Ich bin noch relativ neu auf dem C++ gebiet aber jeder hat ja mal klein angefangen 

Also mein Problem:

Ich habe ein main funktion der einer Write Funktion 3 werte übergibt.
Die write funktion öffnet das file.
Wie bekomme ich die 3 werte in das file geschrieben, dass ich später durch eingabe einer der 3 werte die anderen beiden werte aus der datei auslesen kann?

Bsp.:
Bankprogramm

Ein Benutzer wird mit UserID, PIN und Kontostand in mein File geschrieben

Ich möchte auf so ein Geldabheb-Gerät folgendes einrichten:
Benutzer gibt seine ID ein... daraufhin muss das programm die dazugehörige pin aus dem file auslesen und danach überprüfen ob der benutzer den richtigen pin eingegeben hat.
wenn das der fall is, soll er die möglichkeit haben kontostand zu betrachten,
Geld abzuheben oder Geld einzuzahlen.
Wenn er Geld einzahlt oder abhebt muss der alte kontostand in dem file natürlich mit dem neuen überschrieben werden und die datei wieder abgespeichert werden.

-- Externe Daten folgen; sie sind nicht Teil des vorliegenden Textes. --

//! Viscosity of dilute gases by kinetic theory. Empirical in its parameters, so nothing here is proven.

use crate::gas::Portion;
use core::fmt;

/// Molar gas constant, J/(mol K).
const GAS_CONSTANT: f64 = 8.314_462_618_153_24;
/// Avogadro's number, 1/mol.
const AVOGADRO: f64 = 6.022_140_76e23;
/// Reduced temperatures for which the collision integral is stated.
const REDUCED: (f64, f64) = (0.3, 100.0);

/// Parameters of the Lennard-Jones potential.
#[derive(Clone, Copy, Debug, PartialEq)]
#[cfg_attr(feature = "serde", derive(serde::Serialize))]
pub struct LennardJones {
    /// Collision diameter σ, m.
    pub diameter: f64,
    /// Depth of the well over Boltzmann's constant, ε/k, K.
    pub well_depth: f64,
}

/// σ in 10⁻¹⁰ m and ε/k in K, from memory: R. A. Svehla, NASA TR R-132 (1962), as reprinted in handbooks of gas properties.
const TABLE: [(&str, f64, f64); 14] = [
    ("He", 2.551, 10.22),
    ("Ne", 2.820, 32.8),
    ("Ar", 3.542, 93.3),
    ("Kr", 3.655, 178.9),
    ("Xe", 4.047, 231.0),
    ("H2", 2.827, 59.7),
    ("N2", 3.798, 71.4),
    ("O2", 3.467, 106.7),
    ("CO", 3.690, 91.7),
    ("CO2", 3.941, 195.2),
    ("CH4", 3.758, 148.6),
    ("H2O", 2.641, 809.1),
    ("N2O", 3.828, 232.4),
    ("SF6", 5.128, 222.1),
];

/// The parameters of a species by its formula; `None` for one that is not listed (He Ne Ar Kr Xe H2 N2 O2 CO CO2 CH4 H2O N2O SF6 are).
///
/// From memory, see [`LennardJones::viscosity`] for how well they do.
pub fn lennard_jones(species: &str) -> Option<LennardJones> {
    let (_, diameter, well_depth) = TABLE.iter().find(|(name, ..)| *name == species)?;
    Some(LennardJones { diameter: diameter * 1e-10, well_depth: *well_depth })
}

/// Why a viscosity is not given.
#[derive(Clone, Copy, Debug, PartialEq)]
pub enum ViscosityError<'a> {
    /// No parameters are known for this species.
    Species(&'a str),
    /// The temperature lies outside the collision integral; nothing is extrapolated.
    Temperature {
        /// The temperature, K.
        value: f64,
        /// From this temperature, K.
        low: f64,
        /// To this temperature, K.
        high: f64,
    },
    /// The mixture has no component, or a fraction below zero.
    Fractions,
}

impl fmt::Display for ViscosityError<'_> {
    fn fmt(&self, f: &mut fmt::Formatter<'_>) -> fmt::Result {
        match self {
            Self::Species(name) => write!(f, "no viscosity is known for {name}: give its Lennard-Jones parameters"),
            Self::Temperature { value, low, high } => {
                write!(f, "temperature {value} K lies outside the collision integral, {low} K to {high} K, and is not extrapolated")
            }
            Self::Fractions => write!(f, "a mixture needs mole fractions that are not negative, one of them positive"),
        }
    }
}

impl core::error::Error for ViscosityError<'_> {}

/// The reduced collision integral Ω(2,2)* of the Lennard-Jones potential, dimensionless, at a reduced temperature T* = kT/ε from 0.3 to 100:
///
/// > 1.16145 T*^(−0.14874) + 0.52487 e^(−0.77320 T*) + 2.16178 e^(−2.43787 T*) − 6.435e-4 T*^0.14874 sin(18.0323 T*^(−0.76830) − 7.27371)
///
/// Fitted to 0.1 %. Source: P. D. Neufeld, A. R. Janzen, R. A. Aziz, J. Chem. Phys. 57 (1972) 1100 (from memory; checked against another fit).
///
/// ```
/// // Tables of the integral have 1.593 at T* = 1 and 0.8244 at 10.
/// assert!((endwall::tube::collision_integral(1.0) - 1.593).abs() < 2e-3);
/// assert!((endwall::tube::collision_integral(10.0) - 0.8244).abs() < 1e-3);
/// ```
pub fn collision_integral(reduced_temperature: f64) -> f64 {
    let t = reduced_temperature;
    let power = libm::pow(t, 0.148_74);
    let ripple = 6.435e-4 * power * libm::sin(18.0323 * libm::pow(t, -0.768_30) - 7.273_71);
    1.161_45 / power + 0.524_87 * libm::exp(-0.773_20 * t) + 2.161_78 * libm::exp(-2.437_87 * t) - ripple
}

impl LennardJones {
    /// Viscosity of a dilute gas, Pa·s, at a temperature T (K), for a molar mass W (kg/mol): Chapman–Enskog theory in its first approximation,
    ///
    /// > μ = (5/16)·√(π m k T)/(π σ² Ω(2,2)*(kT/ε)), m = W/`N_A`.
    ///
    /// Against reference correlations the listed parameters are within 3 % at 300 K and 7 % from 250 K to 1000 K (the older data to which they were
    /// fitted are low at high temperatures), water within 11 % (its molecules are polar, which this potential ignores). Plain f64.
    ///
    /// Source: S. Chapman and T. G. Cowling, The Mathematical Theory of Non-uniform Gases (from memory).
    ///
    /// # Errors
    /// [`ViscosityError::Temperature`] unless T* lies between 0.3 and 100 (for helium up to 1022 K).
    ///
    /// ```
    /// use endwall::tube::lennard_jones;
    /// let argon = lennard_jones("Ar").unwrap().viscosity(0.039948, 300.0)?;
    /// assert!((argon - 22.7e-6).abs() < 0.3e-6); // Pa s
    /// # Ok::<(), endwall::tube::ViscosityError>(())
    /// ```
    pub fn viscosity(self, molar_mass: f64, temperature: f64) -> Result<f64, ViscosityError<'static>> {
        let reduced = temperature / self.well_depth;
        if !(reduced >= REDUCED.0 && reduced <= REDUCED.1) {
            let (low, high) = (REDUCED.0 * self.well_depth, REDUCED.1 * self.well_depth);
            return Err(ViscosityError::Temperature { value: temperature, low, high });
        }
        // m·k·T = (W/N_A)(R/N_A)T.
        let momentum = libm::sqrt(core::f64::consts::PI * molar_mass * GAS_CONSTANT * temperature) / AVOGADRO;
        Ok(5.0 / 16.0 * momentum / (core::f64::consts::PI * self.diameter * self.diameter * collision_integral(reduced)))
    }
}

/// Wilke's factor φ of species i in species j: [1 + √(μi/μj)(Wj/Wi)^(1/4)]²/√(8(1 + Wi/Wj)), from viscosities and molar masses.
///
/// Source: C. R. Wilke, J. Chem. Phys. 18 (1950) 517, equation 14 (from memory).
///
/// ```
/// assert!((endwall::tube::wilke((1.8e-5, 0.028), (1.8e-5, 0.028)) - 1.0).abs() < 1e-15);
/// ```
pub fn wilke((viscosity_i, mass_i): (f64, f64), (viscosity_j, mass_j): (f64, f64)) -> f64 {
    let sum = 1.0 + libm::sqrt(viscosity_i / viscosity_j * libm::sqrt(mass_j / mass_i));
    sum * sum / libm::sqrt(8.0 * (1.0 + mass_i / mass_j))
}

/// Viscosity of a mixture of listed species, Pa·s, at a temperature in K: μ = Σ xi μi/Σ xj φij with [`wilke`]'s factors.
///
/// The rule is good to a few per cent, less for mixtures of hydrogen or helium with heavy gases.
///
/// # Errors
/// [`ViscosityError`] for a species that is not listed, a temperature outside its range, or fractions that make no mixture.
///
/// ```
/// use endwall::gas::Portion;
/// use endwall::gas::species::table;
/// use endwall::tube::mixture_viscosity;
/// let part = |species, fraction: &str| Portion { species, fraction: fraction.parse().unwrap() };
/// let air = [part(&table::N2, "0.78"), part(&table::O2, "0.21"), part(&table::AR, "0.01")];
/// assert!((mixture_viscosity(&air, 300.0)? - 18.5e-6).abs() < 0.4e-6); // Pa s
/// # Ok::<(), endwall::tube::ViscosityError>(())
/// ```
pub fn mixture_viscosity<'a>(portions: &[Portion<'a>], temperature: f64) -> Result<f64, ViscosityError<'a>> {
    let pure = |portion: &Portion<'a>| {
        let name = portion.species.name;
        let parameters = lennard_jones(name).ok_or(ViscosityError::Species(name))?;
        let mass = portion.species.molar_mass.to_f64();
        Ok((parameters.viscosity(mass, temperature)?, mass))
    };
    let mut total = 0.0;
    for portion in portions {
        let fraction = portion.fraction.to_f64();
        if !(fraction >= 0.0 && fraction.is_finite()) {
            return Err(ViscosityError::Fractions);
        }
        if fraction == 0.0 {
            continue;
        }
        let own = pure(portion)?;
        let mut shared = 0.0;
        for other in portions.iter().filter(|other| other.fraction.to_f64() > 0.0) {
            shared += other.fraction.to_f64() * wilke(own, pure(other)?);
        }
        total += fraction * own.0 / shared;
    }
    if total > 0.0 { Ok(total) } else { Err(ViscosityError::Fractions) }
}

#[cfg(test)]
mod tests {
    use super::*;
    use crate::gas::species::table;

    fn part<'a>(species: &'a crate::gas::species::Species<'a>, fraction: f64) -> Portion<'a> {
        Portion { species, fraction: fraction.into() }
    }

    #[test]
    fn a_mixture_of_one_gas_with_itself_is_that_gas() {
        let alone = lennard_jones("N2").unwrap().viscosity(table::N2.molar_mass.to_f64(), 400.0).unwrap();
        let halves = mixture_viscosity(&[part(&table::N2, 0.5), part(&table::N2, 0.5)], 400.0).unwrap();
        assert!((halves / alone - 1.0).abs() < 1e-14);
        // A component of no amount changes nothing, whatever it is.
        let with_none = mixture_viscosity(&[part(&table::N2, 1.0), part(&table::C2H4, 0.0)], 400.0).unwrap();
        assert_eq!(with_none, mixture_viscosity(&[part(&table::N2, 1.0)], 400.0).unwrap());
    }

    /// By algebra Wilke's factors satisfy φij/φji = (μi/μj)(Wj/Wi).
    #[test]
    fn factors_of_a_pair_belong_together() {
        for (one, other) in [((2.0e-5, 0.004), (2.3e-5, 0.040)), ((0.9e-5, 0.002), (1.8e-5, 0.028))] {
            let expected = one.0 / other.0 * other.1 / one.1;
            assert!((wilke(one, other) / wilke(other, one) / expected - 1.0).abs() < 1e-14);
        }
        // For equal molar masses and viscosities in the ratio 1 to 4: (1 + 1/2)²/4.
        assert!((wilke((1.0, 1.0), (4.0, 1.0)) - 0.5625).abs() < 1e-15);
    }

    #[test]
    fn what_is_not_known_is_refused() {
        assert_eq!(mixture_viscosity(&[part(&table::C2H4, 1.0)], 300.0), Err(ViscosityError::Species("C2H4")));
        assert_eq!(mixture_viscosity(&[], 300.0), Err(ViscosityError::Fractions));
        assert_eq!(mixture_viscosity(&[part(&table::N2, -1.0)], 300.0), Err(ViscosityError::Fractions));
        for temperature in [f64::NAN, 3.0, 1100.0, f64::INFINITY] {
            let refused = mixture_viscosity(&[part(&table::HE, 1.0)], temperature);
            assert!(matches!(refused, Err(ViscosityError::Temperature { high, .. }) if (high - 1022.0).abs() < 1e-9));
        }
    }
}
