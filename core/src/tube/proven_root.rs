//! Proven roots of relations that hold balls: interval Newton for a smooth one, proven signs at doubles for a monotone one.

use crate::number::{Ball, Dual, Enclosure};

/// Plain steps of a search, at most; about 12 are taken.
const PLAIN_STEPS: u32 = 200;
/// Newton steps without proof, at most; two to five are taken.
const POLISHING_STEPS: u32 = 40;
/// Newton steps with proof, at most.
const NEWTON_STEPS: u32 = 6;
/// 2⁻⁴⁴, relative: what a plain search is nearly always good to, and so narrow that the slope over it leaves about 2⁻⁹⁰.
const REACH: f64 = f64::from_bits((1023 - 44) << 52);
/// Widenings of the signs about a plain root, at most: each doubles the distance in doubles.
const WIDENINGS: u32 = 40;
/// Pieces on which a slope is bounded, at most.
const PIECES: u32 = 4096;
/// Halvings of a bracket, at most.
const DEPTH: usize = 40;

/// A root of an increasing f between two doubles, in plain arithmetic: no proof. What is not a number counts as too high.
pub(super) fn search(f: impl Fn(f64) -> f64, low: f64, high: f64) -> f64 {
    let (mut low, mut high) = (low, high);
    let (mut f_low, mut f_high) = (f64::NAN, f64::NAN);
    for step in 0..PLAIN_STEPS {
        let secant = low - f_low * ((high - low) / (f_high - f_low));
        // Every third step halves the bracket, so that the work is bounded for every function.
        let next = if step % 3 != 2 && secant > low && secant < high { secant } else { f64::midpoint(low, high) };
        if !(next > low && next < high) {
            break;
        }
        let value = f(next);
        if value == 0.0 {
            return next;
        }
        if value < 0.0 { (low, f_low) = (next, value) } else { (high, f_high) = (next, value) }
    }
    // The end whose residual is smaller.
    if f_low.abs() < f_high.abs() { low } else { high }
}

/// A root by Newton's method without proof, from a start that is nearly good.
pub(super) fn polished(f: impl Fn(Dual<Ball, 1>) -> Dual<Ball, 1>, start: f64) -> f64 {
    let mut y = start;
    for _ in 0..POLISHING_STEPS {
        let value = f(Dual::variable(Ball::from(y), 0));
        let [slope] = value.slopes();
        let step = value.value().nearest() / slope.nearest();
        if step.is_nan() {
            break;
        }
        y -= step;
        if step.abs() <= 1e-12 * y.abs() {
            break;
        }
    }
    y
}

/// The root of f near an approximation, by interval Newton: N = x − f(x)/f′(X) inside X holds a root, and X holds no other.
///
/// Source: R. E. Moore, Interval Analysis (1966), from memory; the statement is the mean-value theorem. `None` where the proof does not close.
pub(super) fn newton(f: impl Fn(Dual<Ball, 1>) -> Dual<Ball, 1>, approximate: f64) -> Option<Ball> {
    let mut x = approximate;
    let mut reach = x.abs() * REACH;
    for _ in 0..NEWTON_STEPS {
        let at = Ball::from(x);
        let value = f(Dual::constant(at)).value();
        let [slope] = f(Dual::variable(at.widened(reach), 0)).slopes();
        let correction = value / slope;
        let found = at - correction;
        if correction.magnitude() < reach {
            return Some(found);
        }
        if !found.enclosure().is_proven() {
            return None;
        }
        x = found.nearest();
        // What the digits of the relation allow, where they do not allow more.
        reach = (x.abs() * REACH).max(4.0 * found.radius());
    }
    None
}

/// What is known of an increasing function at a double.
#[derive(Clone, Copy, Debug)]
pub(super) enum Side {
    /// Its value.
    Value(Ball),
    /// The double lies beyond the domain of the function, on the upper side: the root is below.
    Beyond,
    /// Nothing is known there; the search goes on below.
    Unknown,
}

impl Side {
    /// Plain.
    fn nearest(self) -> f64 {
        match self {
            Self::Value(value) => value.nearest(),
            Self::Beyond | Self::Unknown => f64::NAN,
        }
    }
}

/// The root of a function that increases on the positive numbers, between doubles at which its sign is proven; usually neighbours.
///
/// Existence: proven signs and continuity. That it is the only one is the caller's proof that the function increases. `Ok(None)` where no sign
/// change is found.
pub(super) fn increasing<E>(f: impl Fn(f64) -> Result<Side, E>, start: f64) -> Result<Option<Enclosure>, E> {
    // By factors of four away from the start, up or down.
    let is_low = |x: f64| Ok(f(x)?.nearest() < 0.0);
    let rises = is_low(start)?;
    let factor = if rises { 4.0 } else { 0.25 };
    let mut last = start;
    let mut steps = 0;
    while is_low(last * factor)? == rises {
        last *= factor;
        steps += 1;
        if steps == PLAIN_STEPS {
            return Ok(None);
        }
    }
    let (low, high) = if rises { (last, last * factor) } else { (last * factor, last) };
    let near = search(|x| f(x).map_or(f64::NAN, Side::nearest), low, high);
    let proven_below = |side| matches!(side, Side::Value(value) if value.is_certainly_negative());
    let proven_above = |side| match side {
        Side::Value(value) => value.is_certainly_positive(),
        Side::Beyond => true,
        Side::Unknown => false,
    };
    let (mut below, mut above) = (None, None);
    let mut step = 0u64;
    for _ in 0..WIDENINGS {
        let (down, up) = (f64::from_bits(near.to_bits().saturating_sub(step)), f64::from_bits(near.to_bits().saturating_add(step)));
        for at in [down, up] {
            let side = f(at)?;
            if proven_below(side) {
                below = Some(below.map_or(at, |known: f64| known.max(at)));
            } else if proven_above(side) {
                above = Some(above.map_or(at, |known: f64| known.min(at)));
            } else if matches!(side, Side::Value(value) if value.magnitude() == 0.0) {
                return Ok(Some(Enclosure::from(at)));
            }
        }
        if let (Some(below), Some(above)) = (below, above) {
            // Signs in the wrong order prove nothing: the function does not increase.
            if below >= above {
                return Ok(None);
            }
            return Ok(Some(shrunk(&f, below, above, proven_below, proven_above)?));
        }
        step = (2 * step).max(1);
    }
    Ok(None)
}

/// Bisects between proven signs down to neighbouring doubles, or as far as signs can be proven.
fn shrunk<E>(
    f: &impl Fn(f64) -> Result<Side, E>,
    below: f64,
    above: f64,
    proven_below: impl Fn(Side) -> bool,
    proven_above: impl Fn(Side) -> bool,
) -> Result<Enclosure, E> {
    let (mut below, mut above) = (below, above);
    loop {
        let distance = above.to_bits().saturating_sub(below.to_bits());
        if distance <= 1 {
            break;
        }
        let middle = f64::from_bits(below.to_bits() + distance / 2);
        let side = f(middle)?;
        if proven_below(side) {
            below = middle;
        } else if proven_above(side) {
            above = middle;
        } else {
            break;
        }
    }
    Ok(Enclosure::ordered(below, above))
}

/// True if the slope of f is proven to keep one sign on the bracket, by interval arithmetic on pieces of it.
pub(super) fn keeps_slope(f: impl Fn(Dual<Enclosure, 1>) -> Dual<Enclosure, 1>, low: f64, high: f64) -> bool {
    // The ends of the pieces still to be looked at.
    let mut ends = [0.0; DEPTH];
    let mut waiting = 0;
    let mut piece = Enclosure::ordered(low, high);
    let mut rises = None;
    for _ in 0..PIECES {
        let [slope] = f(Dual::variable(piece, 0)).slopes();
        let own = if slope.is_proven() && !slope.contains(0.0) { Some(slope.low() > 0.0) } else { None };
        if own.is_some() && (rises.is_none() || own == rises) {
            rises = own;
            if waiting == 0 {
                return true;
            }
            waiting -= 1;
            piece = Enclosure::ordered(piece.high(), ends.get(waiting).copied().unwrap_or(high));
            continue;
        }
        let middle = piece.middle();
        let splits = own.is_none() && middle > piece.low() && middle < piece.high();
        let (Some(end), true) = (ends.get_mut(waiting), splits) else { return false };
        *end = piece.high();
        waiting += 1;
        piece = Enclosure::ordered(piece.low(), middle);
    }
    false
}

#[cfg(test)]
mod tests {
    use super::*;
    use crate::number::{Elementary, Positive, Semifield};
    use core::convert::Infallible;

    fn cube<S: Elementary>(x: S) -> S {
        x * x.squared() - S::whole(2)
    }

    #[test]
    fn newton_proves_more_digits_than_a_double_holds() {
        let root = newton(cube, 1.26).or_else(|| newton(cube, 1.259_921_049_894_873)).unwrap();
        assert!(cube(root).enclosure().contains(0.0));
        assert!(root.radius() < 1e-28, "{root:?}");
        // No root near, no proof.
        assert!(newton(|x| x.squared() + Dual::whole(1), 0.5).is_none());
    }

    #[test]
    fn signs_close_in_from_far_away() {
        for start in [1e-9, 0.7, 1.3, 1e12] {
            let root = increasing(|x| Ok::<_, Infallible>(Side::Value(cube(Ball::from(x)))), start).unwrap().unwrap();
            assert!(root.contains(1.259_921_049_894_873_2) && root.width_in_ulp() == 1, "{root:?}");
        }
        // A root that is a double is found as it is.
        let exact = |x: f64| Ok::<_, Infallible>(Side::Value(Ball::from(x) - Ball::from(0.375)));
        assert_eq!(increasing(exact, 1.0).unwrap(), Some(Enclosure::from(0.375)));
        // The end of the domain is no root.
        let beyond = |x: f64| Ok::<_, Infallible>(if x > 3.0 { Side::Beyond } else { Side::Value(Ball::from(x).sqrt() - Ball::from(1.5)) });
        assert_eq!(increasing(beyond, 1.0).unwrap(), Some(Enclosure::from(2.25)));
        assert_eq!(increasing(|_| Ok::<_, Infallible>(Side::Value(Ball::whole(1))), 1.0).unwrap(), None);
    }

    /// From signs that are far apart to neighbouring doubles, or to where signs end.
    #[test]
    fn signs_are_brought_together() {
        let proven = |f: &dyn Fn(Ball) -> Ball| {
            let side = |x: f64| Ok::<_, Infallible>(Side::Value(f(Ball::from(x))));
            let below = |side| matches!(side, Side::Value(value) if value.is_certainly_negative());
            let above = |side| matches!(side, Side::Value(value) if value.is_certainly_positive());
            shrunk(&side, 1.0, 2.0, below, above).unwrap()
        };
        let sharp = proven(&cube);
        assert!(sharp.contains(1.259_921_049_894_873_2) && sharp.width_in_ulp() == 1, "{sharp:?}");
        let blurred = proven(&|x| cube(x).widened(1e-6));
        assert!(blurred.contains(1.259_921_049_894_873_2) && blurred.width() > 1e-7, "{blurred:?}");
    }

    #[test]
    fn a_slope_that_changes_sign_is_seen() {
        let parabola = |x: Dual<Enclosure, 1>| x.squared() - x;
        assert!(keeps_slope(parabola, 0.5001, 9.0));
        assert!(!keeps_slope(parabola, 0.4, 9.0));
    }
}
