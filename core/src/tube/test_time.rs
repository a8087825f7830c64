//! How long the gas behind the reflected shock stays as it is, and what ends it.

use super::input::{TubeInput, TubeInputError};
use super::waves::{ContactReturn, Tube};
use crate::gas::Rule;
use crate::number::{Ball, Enclosure};

/// What ends the time of uniform gas behind the reflected shock.
#[derive(Clone, Copy, Debug, PartialEq, Eq, Hash)]
#[cfg_attr(feature = "serde", derive(serde::Serialize))]
pub enum Limit {
    /// The wave that the contact surface sends back.
    ContactReturn,
    /// The head of the expansion, reflected from the driver's end wall: a longer driver gives more time.
    ExpansionHead,
    /// The tail of the expansion, met by the shock that a tailored contact surface lets through: a longer driver gives no more uniform time. The
    /// pressure rises slowly from then on (by 1 % where a test ran it); the fall that the head brings comes later.
    FanTail,
    /// There is no such time: the head overtakes the incident shock before that reaches the end wall.
    IncidentOvertaken,
    /// There is no such time at this station: the contact surface stops the reflected shock before it gets there.
    ContactPassed,
    /// There is no such time at this station: the head passes it before the reflected shock does.
    ExpansionPassed,
    /// Two of these come so close together that the speeds as given do not tell which is first; the enclosure holds for either.
    Undecided,
}

impl Limit {
    /// What happens, in a sentence.
    pub const fn name(self) -> &'static str {
        match self {
            Self::ContactReturn => "the wave returned from the contact surface arrives",
            Self::ExpansionHead => "the head of the expansion arrives, reflected from the driver's end wall",
            Self::FanTail => "the transmitted shock has met the tail of the expansion",
            Self::IncidentOvertaken => "the expansion overtakes the incident shock before the end wall",
            Self::ContactPassed => "the contact surface stops the reflected shock before this station",
            Self::ExpansionPassed => "the expansion passes this station before the reflected shock",
            Self::Undecided => "two waves arrive at nearly the same time",
        }
    }
}

/// The time of uniform gas behind the reflected shock at a station, by the ideal wave diagram. Boundary layers shorten it.
#[derive(Clone, Copy, Debug, PartialEq)]
#[cfg_attr(feature = "serde", derive(serde::Serialize))]
pub struct TestTime {
    /// Distance of the station from the end wall, m.
    pub from_end_wall: Enclosure,
    /// The reflected shock passes, s from the opening of the diaphragm.
    pub start: Enclosure,
    /// The uniform time ends, s from the opening of the diaphragm.
    pub end: Enclosure,
    /// How long it lasts, s; exactly 0 where there is none.
    pub duration: Enclosure,
    /// What ends it.
    pub limit: Limit,
}

/// Something that ends the time, and the duration until then: negative where it comes before the reflected shock.
type Ending = (Limit, Ball);

/// The earlier of two endings.
fn earlier(first: Ending, second: Ending) -> Ending {
    let lead = second.1 - first.1;
    if lead.is_certainly_positive() || is_exactly_zero(lead) {
        return first;
    }
    if lead.is_certainly_negative() {
        return second;
    }
    let (a, b) = (first.1.enclosure(), second.1.enclosure());
    (Limit::Undecided, around(a.low().min(b.low()), a.high().min(b.high())))
}

fn is_exactly_zero(x: Ball) -> bool {
    x.enclosure() == Enclosure::from(0.0)
}

/// The ball of all numbers between two; unknown where a bound is not finite.
fn around(low: f64, high: f64) -> Ball {
    Enclosure::new(low, high).map_or(Ball::UNKNOWN, Ball::around)
}

impl Tube {
    /// How long the gas behind the reflected shock stays uniform at a distance y from the end wall (0 for the end wall itself).
    ///
    /// It is the earlier of the contact surface's returned wave, (`d_m` − y)(1/`U_R` + 1/c), and the expansion, (`d_r` − y)(1/`U_R` + 1/a5). The head
    /// that comes to the contact surface after the reflected shock follows the returned wave, which is never slower. Where the contact surface is
    /// tailored, the expansion comes through the gas behind the transmitted shock. A contact surface that the head has passed before is treated as
    /// if it had not been disturbed; the head is earlier then unless the returned wave is a strong shock.
    ///
    /// At most 2 ulp wide for exact inputs, relative to the times of the diagram.
    pub(super) fn time_at(&self, from_end_wall: Ball) -> Result<TestTime, TubeInputError> {
        let place = from_end_wall.enclosure();
        if !place.is_proven() {
            return Err(TubeInput::FromEndWall.refuse(from_end_wall.nearest(), Rule::Finite));
        }
        let inside = (self.lengths.driven - from_end_wall).is_certainly_positive();
        if place.low() < 0.0 || !inside {
            let length = self.lengths.driven.nearest();
            return Err(TubeInput::FromEndWall.refuse(from_end_wall.nearest(), Rule::Between(0.0, length)));
        }
        let start = self.wall_time() + from_end_wall / self.speeds.reflected_shock;
        let (limit, duration) = self.ending(from_end_wall);
        let start_of_time = start.enclosure();
        if duration.is_certainly_positive() {
            let end = (start + duration).enclosure();
            return Ok(TestTime { from_end_wall: place, start: start_of_time, end, duration: duration.enclosure(), limit });
        }
        let none = self.reason_for_none(from_end_wall);
        if duration.is_certainly_negative() || is_exactly_zero(duration) {
            let duration = Enclosure::from(0.0);
            return Ok(TestTime { from_end_wall: place, start: start_of_time, end: start_of_time, duration, limit: none });
        }
        let duration = duration.enclosure().at_least_zero();
        let end = (start + around(0.0, duration.high())).enclosure();
        Ok(TestTime { from_end_wall: place, start: start_of_time, end, duration, limit: Limit::Undecided })
    }

    /// What ends the time at a station.
    fn ending(&self, from_end_wall: Ball) -> Ending {
        let sound_speed = self.speeds.sound_speed_5;
        let head = (Limit::ExpansionHead, self.station_duration(self.head_distance(), sound_speed, from_end_wall));
        match self.contact {
            // With the head later at the contact surface than the reflected shock, d_r > d_m and the first of both is the returned wave.
            ContactReturn::Wave { speed } => {
                earlier((Limit::ContactReturn, self.station_duration(self.contact_distance(), speed, from_end_wall)), head)
            }
            ContactReturn::Tailored { transmitted_shock, sound_speed: behind } => {
                let to_contact = self.station_duration(self.contact_distance(), sound_speed, from_end_wall);
                let late = |delay: Ball| to_contact + delay + transmitted_shock * delay / behind;
                let behind_reflected_shock = self.head_in_driver_gas_delay(transmitted_shock);
                let by_tail = (Limit::FanTail, late(self.tail_delay(transmitted_shock)));
                let through = earlier((Limit::ExpansionHead, late(behind_reflected_shock)), by_tail);
                // The head comes to the contact surface before or after the reflected shock; at once with it, both ways are the same.
                if behind_reflected_shock.is_certainly_positive() {
                    through
                } else if behind_reflected_shock.is_certainly_negative() {
                    head
                } else {
                    (Limit::ExpansionHead, Ball::around(head.1.enclosure().hull(through.1.enclosure())))
                }
            }
        }
    }

    /// Why a station has no uniform time.
    fn reason_for_none(&self, from_end_wall: Ball) -> Limit {
        if (from_end_wall - self.contact_distance()).is_certainly_positive() {
            Limit::ContactPassed
        } else if self.head_delay().is_certainly_negative() {
            Limit::IncidentOvertaken
        } else {
            Limit::ExpansionPassed
        }
    }
}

Ich bekomme das ja alles schon hin wenn ich UserID und PIN im programmtext angebe, der kontostand wird schon in nem file gespeichert. Aber ich weiß nicht wie ich alles 3 in das file bekomme und das dann jeweils der richtige pin und der richtige kontostand zur passenden ID ausgelesen wird.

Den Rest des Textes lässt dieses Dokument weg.